> **Work instructions**
Where the string "business" occurs in a line of the entries below, copy that line.

▶

import { expect, test } from 'vitest'
import { doors } from '@/lib/http/doors'
import { describeApi } from '@/lib/http/openapi'

interface Described {
  openapi: string
  paths: Record<string, Record<string, { operationId: string; security: unknown[] }>>
}

const described = describeApi() as Described

test('the description is OpenAPI 3.1 and holds every door once', () => {
  expect(described.openapi).toBe('3.1.0')
  const operations = Object.entries(described.paths).flatMap(([path, methods]) =>
    Object.keys(methods).map((method) => `${method} ${path}`),
  )
  expect(operations.sort()).toEqual(doors.map(({ method, path }) => `${method} ${path}`).sort())
})

test('every operation has a name of its own', () => {
  const names = Object.values(described.paths).flatMap((methods) =>
    Object.values(methods).map(({ operationId }) => operationId),
  )
  expect(new Set(names).size).toBe(names.length)
})

test('a door asks for a sign-in exactly where it has an action', () => {
  for (const { method, path, action } of doors) {
    const asks = (described.paths[path]?.[method]?.security.length ?? 0) > 0
    expect([path, asks]).toEqual([path, action !== null])
  }
})
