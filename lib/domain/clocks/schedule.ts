import { obligationItems } from '@/lib/domain/clocks/closing'
import { indexFacts, type FactIndex } from '@/lib/domain/clocks/fact-index'
import { termsOf, type Fact } from '@/lib/domain/clocks/facts'
import { rulesFor, type Graph, type Node } from '@/lib/domain/clocks/graph'
import { makeNode } from '@/lib/domain/clocks/node'
import { loopOf, stepOf, type ProcedureBody, type Step } from '@/lib/domain/clocks/procedure'
import { roundsInOrder, roundsOf } from '@/lib/domain/clocks/rounds'
import { sayDate } from '@/lib/domain/clocks/say'
import type { Parties, Schedule, ScheduledItem } from '@/lib/domain/clocks/schedule-types'
import { eventDate } from '@/lib/domain/clocks/stops'

/**
 * Every dated obligation that follows from a procedure, the calendars of those on the
 * application, and the facts. Pure: no clock, no storage; the same facts give the same answer,
 * in whatever order they are passed.
 *
 * It never throws on facts: what fits no step as things stand comes back under `stranded`.
 *
 * @throws RangeError when the procedure itself is not sound (a cycle outside declared loops, a
 * reference to a step it does not have); `validateProcedure` tells beforehand.
 */
export function schedule(body: ProcedureBody, parties: Parties, facts: readonly Fact[]): Schedule {
  const steps = new Map(body.steps.map((step) => [step.key, step]))
  const zoneOf = (key?: string) => {
    const step = key === undefined ? undefined : steps.get(key)
    return (step ? rulesFor(parties, step) : parties.operator).zone
  }
  const index = indexFacts(body, facts, zoneOf)
  const graph = graphOf(body, parties, index)
  const settled = roundsInOrder(graph).map(({ step, instance }, position) => {
    const node = overtaken(graph, graph.node(step.key, instance), step)
    return { step, node: withdrawnNode(index, { ...node, position }) }
  })
  const items = settled.flatMap(({ step, node }) => [
    itemOf(node),
    ...obligationItems(graph, step, node),
  ])
  strandMisfits(items, body, index)
  return {
    items,
    terms: graph.terms,
    stranded: index.stranded,
    ...standingOf(body, index, items),
  }
}

/** The procedure with its facts, each round of a step computed once when it is asked for. */
function graphOf(body: ProcedureBody, parties: Parties, index: FactIndex): Graph {
  const nodes = new Map<string, Node>()
  const rounds = new Map<string, number>()
  const running = new Set<string>()
  const graph: Graph = {
    body,
    index,
    parties,
    terms: termsOf(index.facts),
    node(step, instance) {
      const key = `${step}#${instance}`
      const known = nodes.get(key)
      if (known) return known
      if (running.has(key))
        throw new RangeError(`The procedure ${body.key} runs in a circle at "${step}".`)
      running.add(key)
      const made = makeNode(graph, stepOf(body, step), instance)
      running.delete(key)
      nodes.set(key, made)
      return made
    },
    instances(step) {
      const known = rounds.get(step) ?? roundsOf(graph, step)
      rounds.set(step, known)
      return known
    },
  }
  return graph
}

function overtaken(graph: Graph, node: Node, step: Step): Node {
  if (!step.overtakenBy || (node.status !== 'open' && node.status !== 'waiting')) return node
  const by = step.overtakenBy
    .flatMap((key) => laterRounds(graph, step, node.instance, key))
    .find((later) => later.status === 'done')
  if (!by) return node
  return {
    ...node,
    status: 'closed',
    // It was skipped, on no day: nothing to draw.
    onLine: false,
    derivation: [...node.derivation, { kind: 'note', text: `Overtaken by: ${by.title}.` }],
  }
}

/** Any round of a later step; within one loop those from the same round on. */
function laterRounds(graph: Graph, step: Step, instance: number, key: string): Node[] {
  const loop = loopOf(graph.body, step.key)
  const first = loop && loop === loopOf(graph.body, key) ? instance : 1
  const last = Math.max(first, graph.instances(key))
  return Array.from({ length: last - first + 1 }, (_, at) => graph.node(key, first + at))
}

function withdrawnNode(index: FactIndex, node: Node): Node {
  const fact = index.withdrawn
  if (!fact || (node.status !== 'open' && node.status !== 'waiting' && node.status !== 'stopped'))
    return node
  const on = eventDate(fact)
  const text = `The request was withdrawn${on ? ` ${sayDate(on)}` : ''}.`
  return {
    ...node,
    status: 'closed',
    onLine: false,
    derivation: [...node.derivation, { kind: 'note', text }],
  }
}

function itemOf(node: Node): ScheduledItem {
  const { presumed: _presumed, ...item } = node
  return item
}

/** Facts of a step that is not needed, of a round that is none, with an outcome unknown to it. */
function strandMisfits(
  items: readonly ScheduledItem[],
  body: ProcedureBody,
  index: FactIndex,
): void {
  const byRound = new Map(items.map((item) => [`${item.step}#${item.instance}`, item]))
  const outcomes = new Map(
    body.steps.map((step) => [step.key, new Set(step.outcomes.map((one) => one.key))]),
  )
  const strand = (fact: Fact, reason: string) => index.stranded.push({ factId: fact.id, reason })
  for (const fact of index.facts) {
    if (!fact.step) continue
    const item = byRound.get(`${fact.step}#${fact.instance}`)
    const closes = fact.kind === 'happened' && !fact.obligation
    if (!item) strand(fact, `As the facts stand, there is no round ${fact.instance} of this step.`)
    else if (item.status === 'not_needed')
      strand(fact, 'As the facts stand, this step is not needed.')
    else if (closes && fact.outcome && !outcomes.get(fact.step)!.has(fact.outcome))
      strand(fact, `The step has no outcome "${fact.outcome}"; it counts as done without one.`)
  }
}

function standingOf(
  body: ProcedureBody,
  index: FactIndex,
  items: readonly ScheduledItem[],
): Pick<Schedule, 'standing' | 'stage'> {
  const steps = items.filter((item) => item.obligation === '')
  const main = steps.filter((item) => item.kind !== 'anytime' && item.kind !== 'recurring')
  const doneStep = (key?: string) =>
    steps.some((item) => item.step === key && item.status === 'done')
  const current =
    main.find((item) => item.onLine && item.status === 'open' && item.party !== 'other') ??
    main.findLast((item) => item.status === 'done') ??
    main[0]
  const stage = current?.stage ?? ''
  if (index.withdrawn) return { standing: 'withdrawn', stage }
  if (doneStep(body.operationStep)) return { standing: 'in_operation', stage }
  return { standing: doneStep(body.filedStep) ? 'filed' : 'preparing', stage }
}
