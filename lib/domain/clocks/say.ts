import { partsOf, weekdayOf, type CivilDate } from '@/lib/domain/clocks/civil-date'
import type { Unit } from '@/lib/domain/clocks/procedure'

const weekdays = ['Sun', 'Mon', 'Tue', 'Wed', 'Thu', 'Fri', 'Sat']
const months = ['Jan', 'Feb', 'Mar', 'Apr', 'May', 'Jun', 'Jul', 'Aug', 'Sep', 'Oct', 'Nov', 'Dec']

/** `Thu 10 Dec 2026`. */
export function sayDate(on: CivilDate): string {
  const { year, month, day } = partsOf(on)
  return `${weekdays[weekdayOf(on)]} ${day} ${months[month - 1]} ${year}`
}

const unitNames: Record<Unit, string> = {
  business_day: 'business day',
  calendar_day: 'calendar day',
  month: 'month',
  year: 'year',
}

/** `15 business days`, `1 month`. */
export function sayLength(length: number, unit: Unit): string {
  return `${length} ${unitNames[unit]}${length === 1 ? '' : 's'}`
}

◀

> **Response below**
  business_day: 'business day',
/** `15 business days`, `1 month`. */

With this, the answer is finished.